(Beginning of INFORMATION SHOWN)
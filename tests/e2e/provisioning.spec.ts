import { expect, test } from "@playwright/test";
import { signInAs } from "../support/browser";


test.use({ permissions: ["clipboard-read", "clipboard-write"] });


test("an admin provisions a site, a tank and a device, and the device's key sends a reading", async ({ page }) => {
  const stamp = Date.now();
  const siteName = `E2E site ${stamp}`;
  const tankName = `E2E tank ${stamp}`;
  const deviceName = `E2E unit ${stamp}`;
  await signInAs(page, "admin@halftrip.test");

  await page.getByRole("navigation", { name: "Main" }).getByRole("link", { name: "Sites" }).click();
  await page.getByRole("link", { name: "Add a site" }).click();
  await page.getByLabel("Name", { exact: true }).fill(siteName);
  await page.getByLabel("Time zone").fill("Europe/Dublin");
  await page.getByLabel("Fixed air temperature (°C)").fill("12");
  await page.getByRole("button", { name: "Add site" }).click();
  // After creating, the app shows what was created.
  await expect(page).toHaveURL(/\/sites\/[0-9a-f-]{36}$/);
  await expect(page.getByRole("heading", { name: siteName })).toBeVisible();
  await page.goto("/sites");
  await expect(page.getByRole("row", { name: new RegExp(siteName) })).toContainText("Europe/Dublin");

  await page.goto("/assets/new");
  // The shared schema is checked before anything is sent; its messages sit beside their fields.
  await page.getByRole("button", { name: "Add asset" }).click();
  await expect(page.getByText("Choose the site.")).toBeVisible();
  await expect(page.getByText("Give the asset a name.")).toBeVisible();
  await page.getByLabel("Site").selectOption({ label: siteName });
  await page.getByLabel("Name", { exact: true }).fill(tankName);
  await page.getByLabel("Shape").selectOption("rectangular");
  await page.getByLabel("Length (m)", { exact: true }).fill("2");
  // A decimal comma is read as the decimal separator: 1,5 m, not 15 m.
  await page.getByLabel("Width (m)", { exact: true }).fill("1,5");
  await page.getByLabel("Height (m)", { exact: true }).fill("1");
  // 2 m × 1.5 m × 1 m = 3 m³ = 3000 L, by hand.
  const capacity = page.getByTestId("live-capacity");
  await expect(capacity).toContainText(/3\u202f000\u00a0L/);
  await expect(capacity).toContainText("computed: V = l·w·h");
  await expect(capacity).toContainText("1.000 m");
  await page.getByLabel("Sensor mounting height (m)").fill("1.2");
  await page.getByLabel("Safe fill (%)").fill("95");
  await expect(page.getByRole("note")).toContainText("not an overfill-prevention or safety system");
  await page.getByRole("button", { name: "Add asset" }).click();
  await expect(page).toHaveURL(/\/assets\/[0-9a-f-]{36}$/);
  await expect(page.getByRole("heading", { name: tankName })).toBeVisible();
  await page.goto("/assets");
  const tankRow = page.getByRole("row", { name: new RegExp(tankName) });
  await expect(tankRow).toContainText(/3\u202f000\u00a0L/);
  // Asset names in the list lead to their pages.
  await expect(tankRow.getByRole("link", { name: tankName, exact: true })).toHaveAttribute("href", /\/assets\/[0-9a-f-]{36}$/);

  await page.goto("/devices/new");
  await page.getByLabel("Site").selectOption({ label: siteName });
  await page.getByLabel("Serial").fill(`E2E-${stamp}`);
  await page.getByLabel("Name", { exact: true }).fill(deviceName);
  await page.getByLabel("Asset").selectOption({ label: `${tankName} (tank)` });
  await page.getByRole("button", { name: "Add device" }).click();
  await expect(page.getByText("You will not see it again")).toBeVisible();
  const key = (await page.getByTestId("device-api-key").textContent())?.trim() ?? "";
  expect(key).toMatch(/^ht_[0-9a-f]{12}_[A-Za-z0-9_-]{43}$/);
  await page.getByRole("button", { name: "Copy key" }).click();
  await expect(page.getByRole("status").filter({ hasText: "Copied" })).toBeVisible();
  expect(await page.evaluate(() => navigator.clipboard.readText())).toBe(key);

  const sent = await page.request.post("/api/v1/readings", {
    headers: { Authorization: `Bearer ${key}` },
    data: { readings: [{ seq: 1, channel: 0, echo_us: 5831 }] },
  });
  expect(sent.status()).toBe(202);
  expect((await sent.json()).accepted).toBe(1);

  await page.getByRole("link", { name: "Open the device page" }).click();
  await expect(page.getByRole("heading", { name: deviceName })).toBeVisible();
  await expect(page.getByRole("region", { name: "Channels" })).toContainText(`${tankName} (tank)`);
  await expect(page.getByRole("region", { name: "Keys" })).toContainText(key.slice(0, 15));

  // Revoking goes through a confirmation dialog; afterwards the key is refused.
  await page.getByRole("button", { name: "Revoke key" }).click();
  const dialog = page.getByRole("dialog", { name: "Revoke this device's key?" });
  await expect(dialog).toBeVisible();
  await dialog.getByRole("button", { name: "Revoke key" }).click();
  await expect(dialog).toBeHidden();
  await expect(page.getByText("The key is revoked")).toBeVisible();
  await expect(page.getByText("No active key")).toBeVisible();
  const refused = await page.request.post("/api/v1/readings", {
    headers: { Authorization: `Bearer ${key}` },
    data: { readings: [{ seq: 2, channel: 0, echo_us: 5831 }] },
  });
  expect(refused.status()).toBe(401);
});

test("a viewer sees the lists but no create or edit controls", async ({ page }) => {
  await signInAs(page, "viewer@halftrip.test");
  for (const [path, title, add] of [
    ["/sites", "Sites", "Add a site"],
    ["/assets", "Assets", "Add an asset"],
    ["/devices", "Devices", "Add a device"],
  ] as const) {
    await page.goto(path);
    await expect(page.getByRole("heading", { name: title, exact: true })).toBeVisible();
    await expect(page.getByRole("region", { name: title })).toBeVisible();
    await expect(page.getByRole("status")).toHaveCount(0);
    await expect(page.getByRole("link", { name: add })).toHaveCount(0);
    await expect(page.getByRole("link", { name: /^Edit / })).toHaveCount(0);
  }
  await page.goto("/devices/new");
  await expect(page).toHaveURL(/\/forbidden/);
});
(End of INFORMATION SHOWN)
** EXERCISE GOAL **
Look through the entries and copy every line in which the string "async" appears.

** WRITTEN RESPONSE **
test("an admin provisions a site, a tank and a device, and the device's key sends a reading", async ({ page }) => {
test("a viewer sees the lists but no create or edit controls", async ({ page }) => {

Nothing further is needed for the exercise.